New Gallery: Birmingham: its People, its History, Birmingham Museum and Art Gallery, Birmingham, opens October 12 2012
Keiko Mukaide leads the way with a dazzling light installation, James O’Hanlon has been commissioned to make a spectacular topographical painting of the lie of the land, and some of the original features of the Grade II-listed home of Birmingham’s central museum have been renovated and uncovered.
Centuries after Beormingahām became Birmingham, when Peter de Birmingham started a market town around the Bull Ring in 1166, the city has a proud £9 million home for some of the stories of its rapid expansion.
Flamboyant poet Benjamin Zephaniah’s first typrewriter, pieces from the Hadron Collider and boxing gloves once jabbed by Bunny Johnson (Britain’s first black heavyweight boxing champion) are here, as well as carousels and wedding veils from the funfairs and department stores where bygone Brummies once relaxed.
But they’re only part of more than 1,000 objects, including Medieval metalwork, 18th century decorative arts, Victorian costumes and artefacts from both World Wars, many of which have never been publically shown before.

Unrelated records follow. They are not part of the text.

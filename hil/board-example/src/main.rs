//! Example firmware for an invented receiver board with an STM32F411 (Cortex-M4F, 84 MHz here):
//! the TDC FIFO bridge's records arrive by SPI and DMA into a two-half ring, the main loop
//! decodes each finished half in place with the core's ingest stage and pushes the events
//! through the whole receiver, the classical channel runs over USART1 and the CRC-framed
//! records (key blocks, alarms, statistics) leave over USART2.
//!
//! Built by `hil/check.sh` to show that it links and how big it is; it has not been flashed
//! onto hardware (see the README for what to check first).

#![no_std]
#![no_main]

mod dma;
mod log;
mod regs;
mod spi;
mod uart;

#[cfg(feature = "defmt")]
use defmt_rtt as _;

use cortex_m::interrupt::InterruptNumber;
use cortex_m::peripheral::NVIC;
use cortex_m_rt::{entry, exception};
use embedded_hal::spi::{Operation, SpiDevice};
use regs::Usart;
use slotwise::ingest::spi::SpiFifoSource;
use slotwise::ingest::Ingest;
use slotwise::TdcEvent;
use slotwise_board_example::fifo::{self, RECORD_BYTES};
use slotwise_board_example::profile::{self, PROFILE};
use slotwise_board_example::receiver::{self, FrameOut, Link, Pipeline};
use slotwise_hil::{FullMonitor, FullReceiver, IoFrames};
use spi::{CommandPort, DataReady};
use uart::{ByteRing, UartRx, UartTx};

/// Events one decoded half can hold: every record of the half plus one carried across halves.
const EVENTS: usize = dma::HALF_BYTES / RECORD_BYTES + 1;
/// Bytes read per poll on the fallback path.
const POLL_BYTES: usize = 512;
/// Halves between two counter reports in the log.
const REPORT_EVERY_HALVES: u32 = 256;

/// The classical channel's received bytes, filled by the USART1 interrupt.
static LINK_RX: ByteRing = ByteRing::new();

/// The frame stream to the post-processing host.
type HostFrames = IoFrames<UartTx>;
/// The link endpoint over USART1.
type BoardLink = Link<UartRx, UartTx>;

/// Build a value into a static of its own (`cortex_m::singleton!`) inside a function that is
/// never inlined, so the value's temporary lives in that function's frame only: the receiver
/// alone is tens of kilobytes, and inlined into `main` every part's temporary would stay on
/// the stack for the life of the firmware.
macro_rules! place {
    ($name:ident: $ty:ty = $init:expr) => {{
        #[inline(never)]
        fn place(init: impl FnOnce() -> $ty) -> &'static mut $ty {
            match cortex_m::singleton!($name: $ty = init()) {
                Some(r) => r,
                // Only reachable if main ran twice, which the reset handler never does.
                None => halt(),
            }
        }
        place(|| $init)
    }};
}

/// The interrupts this firmware unmasks.
#[derive(Clone, Copy)]
#[repr(u16)]
enum Irq {
    /// DMA1 stream 3: a half of the stream port's ring is finished.
    Dma1Stream3 = 14,
    /// USART1: a byte from the transmitter arrived.
    Usart1 = 37,
}

// SAFETY: 14 and 37 are the STM32F411's interrupt numbers of DMA1 stream 3 and USART1 (vector
// table of the reference manual), both below the part's 86 interrupt lines.
unsafe impl InterruptNumber for Irq {
    fn number(self) -> u16 {
        self as u16
    }
}

/// How the FIFO's words reach the decoder.
#[derive(Clone, Copy, PartialEq, Eq)]
enum Path {
    /// The stream port's DMA ring.
    Dma,
    /// Read commands on the command port, after the DMA stream failed.
    Polled,
}

#[entry]
fn main() -> ! {
    regs::init_clocks();
    regs::enable_peripherals();
    regs::init_pins();
    uart::init(Usart::USART1, regs::APB2_HZ, true);
    uart::init(Usart::USART2, regs::APB1_HZ, false);

    let p = match profile::decode(PROFILE) {
        Ok(p) => p,
        Err(e) => {
            log::error!("profile refused: {}", e);
            halt()
        }
    };
    let counter_bits = p.setup.tdc.counter_bits();
    // Each part in a static of its own: a symbol listing of the ELF shows its RAM, and each is
    // built in a stack frame of its own that is gone before the next one is built.
    let rx = place!(RECEIVER: FullReceiver = match receiver::receiver(&p) {
        Ok(rx) => rx,
        Err(e) => {
            log::error!("receiver settings refused: {}", e);
            halt()
        }
    });
    let monitor = place!(MONITOR: FullMonitor = match receiver::monitor(&p) {
        Ok(m) => m,
        Err(e) => {
            log::error!("monitor settings refused: {}", e);
            halt()
        }
    });
    let link = place!(LINK: BoardLink = receiver::link(
        &p,
        UartRx::new(&LINK_RX),
        UartTx::new(Usart::USART1)
    ));
    let out = place!(FRAME_OUT: FrameOut<HostFrames> =
        FrameOut::new(IoFrames::new(UartTx::new(Usart::USART2))));
    let events =
        place!(EVENT_BLOCK: [TdcEvent; EVENTS] = [TdcEvent { count: 0, channel: 0 }; EVENTS]);
    log::info!(
        "RAM bytes: receiver {}, link {}, monitor {}, frame writer {}, events {}, DMA ring {}",
        core::mem::size_of::<FullReceiver>(),
        core::mem::size_of::<BoardLink>(),
        core::mem::size_of::<FullMonitor>(),
        core::mem::size_of::<FrameOut<HostFrames>>(),
        core::mem::size_of::<[TdcEvent; EVENTS]>(),
        dma::RING_BYTES
    );
    let mut pipe = Pipeline::new(&p, rx, link, monitor, out);

    let mut ingest = Ingest::new(fifo::FORMAT);
    let mut source = SpiFifoSource::new(CommandPort::new(), DataReady);
    // One status read before the DMA is armed: whatever the FIFO dropped or overflowed while the
    // board was booting is counted now, not blamed on the first half.
    if source.poll(&mut ingest, &mut [], &mut []).is_err() {
        log::warning!("bridge status read failed before arming the DMA");
    }
    dma::arm();
    spi::enable_stream_port();
    // SAFETY: unmasking only these two interrupts; their handlers share nothing with the main
    // loop but atomics, so no critical section of the main loop can be broken by them.
    unsafe {
        NVIC::unmask(Irq::Dma1Stream3);
        NVIC::unmask(Irq::Usart1);
    }
    let mut source = command(source, spi::STREAM_ON_COMMAND);
    log::info!(
        "receiver up: {}-bit TDC counter, hint at {} ps",
        counter_bits,
        p.board.hint_t_ps
    );

    let mut path = Path::Dma;
    let mut halves = dma::Halves::new();
    let mut decoded_halves: u32 = 0;
    let mut last_state = pipe.lock_state();
    let mut last_alarms = 0;
    let mut poll_buf = [0u8; POLL_BYTES];
    let half_words = (dma::HALF_BYTES / RECORD_BYTES) as u64;
    loop {
        let mut worked = false;
        if path == Path::Dma {
            if let Some(ready) = halves.next() {
                if ready.lost_halves > 0 {
                    ingest.report_overrun(u64::from(ready.lost_halves) * half_words);
                }
                decode(&mut ingest, ready.bytes, events, counter_bits, &mut pipe);
                if halves.done() {
                    ingest.report_overrun(half_words);
                }
                // The bridge's own FIFO-full flag and dropped words, for this half's time.
                let _ = source.poll(&mut ingest, &mut [], &mut []);
                decoded_halves = decoded_halves.wrapping_add(1);
                worked = true;
            } else if dma::transfer_errors() > 0 {
                log::error!("DMA transfer error: switching to polled reads");
                source = command(source, spi::STREAM_OFF_COMMAND);
                path = Path::Polled;
            }
        } else if let Ok(got) = source.poll(&mut ingest, &mut poll_buf, events.as_mut_slice()) {
            push(events, got.events, counter_bits, &mut pipe);
            decoded_halves = decoded_halves.wrapping_add(u32::from(got.bytes > 0));
            worked = got.bytes > 0;
        }
        if !worked {
            // Answers may arrive while no detections do; they must not wait for the next half.
            pipe.service();
        }

        let state = pipe.lock_state();
        if state != last_state {
            log::info!("clock: {}", state);
            last_state = state;
        }
        let alarms = pipe.counts().alarm_frames;
        if alarms != last_alarms {
            if let Some(a) = pipe.last_alarm() {
                log::warning!(
                    "alarm {} raised={} value {} ppm",
                    a.kind,
                    a.raised,
                    a.value_ppm
                );
            }
            last_alarms = alarms;
        }
        if worked && decoded_halves.is_multiple_of(REPORT_EVERY_HALVES) {
            report(&ingest, &pipe);
        }
        if !worked && path == Path::Dma {
            // Sleep until the next half or link byte: every source of work is an interrupt.
            cortex_m::asm::wfi();
        }
    }
}

/// Send one command byte on the bridge's command port.
fn command(
    source: SpiFifoSource<CommandPort, DataReady>,
    byte: u8,
) -> SpiFifoSource<CommandPort, DataReady> {
    let (mut port, pin) = source.release();
    if port.transaction(&mut [Operation::Write(&[byte])]).is_err() {
        log::warning!("bridge command {=u8:#x} failed", byte);
    }
    SpiFifoSource::new(port, pin)
}

/// Decode one half in place and push its events.
fn decode(
    ingest: &mut Ingest,
    bytes: &[u8],
    events: &mut [TdcEvent],
    counter_bits: u8,
    pipe: &mut Pipeline<'_, UartRx, UartTx, HostFrames>,
) {
    let mut rest = bytes;
    while !rest.is_empty() {
        let done = ingest.push(rest, events);
        push(events, done.events, counter_bits, pipe);
        if done.consumed == 0 {
            // The event buffer holds a whole half, so this never happens; if it did, stopping
            // is better than spinning on the same bytes.
            break;
        }
        rest = rest.get(done.consumed..).unwrap_or(&[]);
    }
}

/// Cut the first `n` events to the receiver's counter width and push them.
fn push(
    events: &mut [TdcEvent],
    n: usize,
    counter_bits: u8,
    pipe: &mut Pipeline<'_, UartRx, UartTx, HostFrames>,
) {
    let block = events.get_mut(..n).unwrap_or(&mut []);
    for ev in block.iter_mut() {
        *ev = fifo::to_receiver(*ev, counter_bits);
    }
    pipe.push_block(block);
}

/// The ingest, receiver, link and line counters, in the log.
fn report(ingest: &Ingest, pipe: &Pipeline<'_, UartRx, UartTx, HostFrames>) {
    log::info!("ingest: {}", ingest.counts());
    log::info!(
        "receiver: {} detections, {} sifted bits, {} alarms, {} stats records",
        pipe.counts().detections,
        pipe.sifted_bits(),
        pipe.counts().alarm_frames,
        pipe.counts().stats_frames
    );
    log::info!(
        "link: {} announce frames, {} answers frames, {} rejected; uart losses {}; DMA errors {}",
        pipe.link_counters().frames_out,
        pipe.link_counters().answered_frames,
        pipe.link_counters().rejected.total(),
        LINK_RX.losses(),
        dma::transfer_errors()
    );
    log::info!(
        "host stream: {} frames, {} write errors",
        pipe.frame_out().sink().frames(),
        pipe.frame_out().sink().errors()
    );
}

/// Stop with interrupts off: the DMA and the links stop being serviced, and a debug probe can
/// inspect the state. A board with a watchdog resets from here.
fn halt() -> ! {
    cortex_m::interrupt::disable();
    loop {
        cortex_m::asm::nop();
    }
}

/// Every device interrupt lands here (cortex-m-rt's table without a device crate); `irqn` is
/// the interrupt number, so two arms route the two interrupts this firmware unmasks.
#[exception]
unsafe fn DefaultHandler(irqn: i16) {
    const DMA1_STREAM3: i16 = Irq::Dma1Stream3 as i16;
    const USART1: i16 = Irq::Usart1 as i16;
    match irqn {
        DMA1_STREAM3 => dma::on_interrupt(),
        USART1 => uart::on_rx_interrupt(Usart::USART1, &LINK_RX),
        _ => {}
    }
}

/// No message, no formatting machinery in flash: stop as [`halt`] does.
#[panic_handler]
fn panic(_info: &core::panic::PanicInfo<'_>) -> ! {
    halt()
}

For the next week, a series of well-known Birmingham natives will help their home city museum launch its newest gallery by taking to a podium in the centre of the space.
They range from the current Miss Birmingham and a chef who once dodged Gordon Ramsay’s wrath on the F Word to a heavily tattooed “surgical art” revolutionary, broadcaster Nick Owen and Georgina Moseley – the mum of Harry, the Birmingham boy who raised thousands for cancer sufferers after learning he had an inoperable brain tumour.

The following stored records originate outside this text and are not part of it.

//! The whole receiver on the board, wired in this one module: the receiver with its recovered
//! clock and marker numbering, the link endpoint as its transmitter, the live-statistics monitor
//! and the frame writer, built from the [`Profile`] and fed one decoded block at a time.
//!
//! The firmware places each part in a static of its own (so a symbol listing shows each one's
//! RAM) and hands [`Pipeline`] the borrows. Everything the rest of the firmware calls is
//! [`Pipeline::new`], [`Pipeline::push_block`], [`Pipeline::service`] and the read-outs, so a
//! push-style wrapper of the same parts can replace this module without touching the rest.
//!
//! The order of the calls is the shared HIL driver's (`slotwise_hil::FullRun`), which the HIL
//! check compares byte for byte with the host: each detection through the receiver, the monitor
//! after it, alarm and statistics records into the frame stream; the link serviced after every
//! block.

use crate::profile::Profile;
use slotwise::formats::{alarm, statistics};
use slotwise::track::LockState;
use slotwise::wire::LinkCounters;
use slotwise::{AlarmEvent, FrameSink, ReceiverLink, RecordType, SlotClock, TdcEvent};
use slotwise_hil::full::{LINK_BATCH, LINK_OUT};
use slotwise_hil::{build_receiver, BoardError, BoardFrameOut, FullMonitor, FullReceiver};

pub use slotwise_hil::BoardFrameOut as FrameOut;

/// The link endpoint: announce frames out on `W`, answers frames in from `R`.
pub type Link<R, W> = ReceiverLink<R, W, LINK_BATCH, LINK_OUT>;

/// The receiver in its initial state: cold clock, numbering unaligned.
pub fn receiver(p: &Profile) -> Result<FullReceiver, BoardError> {
    build_receiver(&p.setup, &p.board)
}

/// The monitor with the profile's statistics block and alarm thresholds.
pub fn monitor(p: &Profile) -> Result<FullMonitor, BoardError> {
    let cfg = p.setup.receiver_config()?;
    Ok(FullMonitor::new(
        p.board.stats_config(cfg.gates())?,
        p.board.alarms,
    ))
}

/// The link endpoint with the profile's timeouts over `reader` and `writer`.
pub fn link<R, W>(p: &Profile, reader: R, writer: W) -> Link<R, W>
where
    R: embedded_io::Read + embedded_io::ReadReady,
    W: embedded_io::Write,
{
    Link::new(p.board.link, reader, writer)
}

/// What the pipeline has written besides key blocks.
#[derive(Clone, Copy, Debug, Default, PartialEq, Eq)]
#[cfg_attr(feature = "defmt", derive(defmt::Format))]
pub struct PipelineCounts {
    /// Detections pushed, in events.
    pub detections: u64,
    /// Alarm records written, in records.
    pub alarm_frames: u64,
    /// Statistics records written, in records.
    pub stats_frames: u64,
    /// Alarm or statistics records that did not fit their buffer, in records.
    pub emit_errors: u64,
}

/// The parts, borrowed for the life of the firmware.
pub struct Pipeline<'a, R, W, S: FrameSink> {
    rx: &'a mut FullReceiver,
    link: &'a mut Link<R, W>,
    monitor: &'a mut FullMonitor,
    out: &'a mut BoardFrameOut<S>,
    counts: PipelineCounts,
    last_alarm: Option<AlarmEvent>,
}

impl<'a, R, W, S> Pipeline<'a, R, W, S>
where
    R: embedded_io::Read + embedded_io::ReadReady,
    W: embedded_io::Write,
    S: FrameSink,
{
    /// Wire the parts and give the clock the classical channel's hint from the profile.
    pub fn new(
        p: &Profile,
        rx: &'a mut FullReceiver,
        link: &'a mut Link<R, W>,
        monitor: &'a mut FullMonitor,
        out: &'a mut BoardFrameOut<S>,
    ) -> Self {
        rx.hint(p.board.hint_t_ps, p.board.hint_tx_slot);
        Self {
            rx,
            link,
            monitor,
            out,
            counts: PipelineCounts::default(),
            last_alarm: None,
        }
    }

    /// Push a block of events (one detection at a time, the monitor after each), then service
    /// the link so its answers are taken in.
    pub fn push_block(&mut self, events: &[TdcEvent]) {
        for &ev in events {
            let tr = self
                .rx
                .push(ev, &mut *self.link, &mut self.monitor.tap(&mut *self.out));
            let locked = self.rx.clock().is_locked();
            self.monitor.observe(&tr, locked);
            self.drain();
        }
        self.counts.detections += events.len() as u64;
        self.service();
    }

    /// Take in the answers that have arrived and sift what they settle, with no new events
    /// (call when the line is idle too, so answers never wait for the next detection).
    pub fn service(&mut self) {
        self.rx
            .service(&mut *self.link, &mut self.monitor.tap(&mut *self.out));
        self.drain();
    }

    /// Alarm events and the latest statistics snapshot into the frame stream.
    fn drain(&mut self) {
        while let Some(ev) = self.monitor.pop_event() {
            let mut p = [0u8; alarm::LEN];
            match ev.emit(&mut p) {
                Ok(n) => {
                    self.out
                        .record(RecordType::Alarm, p.get(..n).unwrap_or(&[]));
                    self.counts.alarm_frames += 1;
                }
                Err(_) => self.counts.emit_errors += 1,
            }
            self.last_alarm = Some(ev);
        }
        if let Some(snap) = self.monitor.take_snapshot() {
            let mut p = [0u8; statistics::LEN];
            match snap.emit(&mut p) {
                Ok(n) => {
                    self.out
                        .record(RecordType::Stats, p.get(..n).unwrap_or(&[]));
                    self.counts.stats_frames += 1;
                }
                Err(_) => self.counts.emit_errors += 1,
            }
        }
    }

    /// Where the clock stands.
    pub fn lock_state(&self) -> LockState {
        self.rx.clock().state()
    }

    /// The latest alarm change (raised or cleared), if any so far.
    pub const fn last_alarm(&self) -> Option<AlarmEvent> {
        self.last_alarm
    }

    /// Detections, alarm and statistics records so far.
    pub const fn counts(&self) -> PipelineCounts {
        self.counts
    }

    /// Sifted bits so far.
    pub fn sifted_bits(&self) -> u64 {
        self.rx.sifted_bits()
    }

    /// The link endpoint's counters.
    pub fn link_counters(&self) -> &LinkCounters {
        self.link.counters()
    }

    /// The frame writer (its sink's counters, its frame errors).
    pub fn frame_out(&self) -> &BoardFrameOut<S> {
        self.out
    }
}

“We’ve got some brilliant speakers lined up,” says Ann Sumner, the Director of Birmingham Museums, who has also persuaded a former wannabe on BBC’s The Apprentice, TV and radio presenters, war veterans, science experts, artists and Eurovision fanatics to take part.
“We wanted to celebrate the new gallery by encouraging people from across the city to come and tell their stories. Birmingham is such a fantastic place, full of great people. We want visitors to quiz our presenters and ask questions about why they love the city.”
- Open 10am-5pm (10.30am-5pm Friday, 12.30pm-5pm Sunday). Admission free.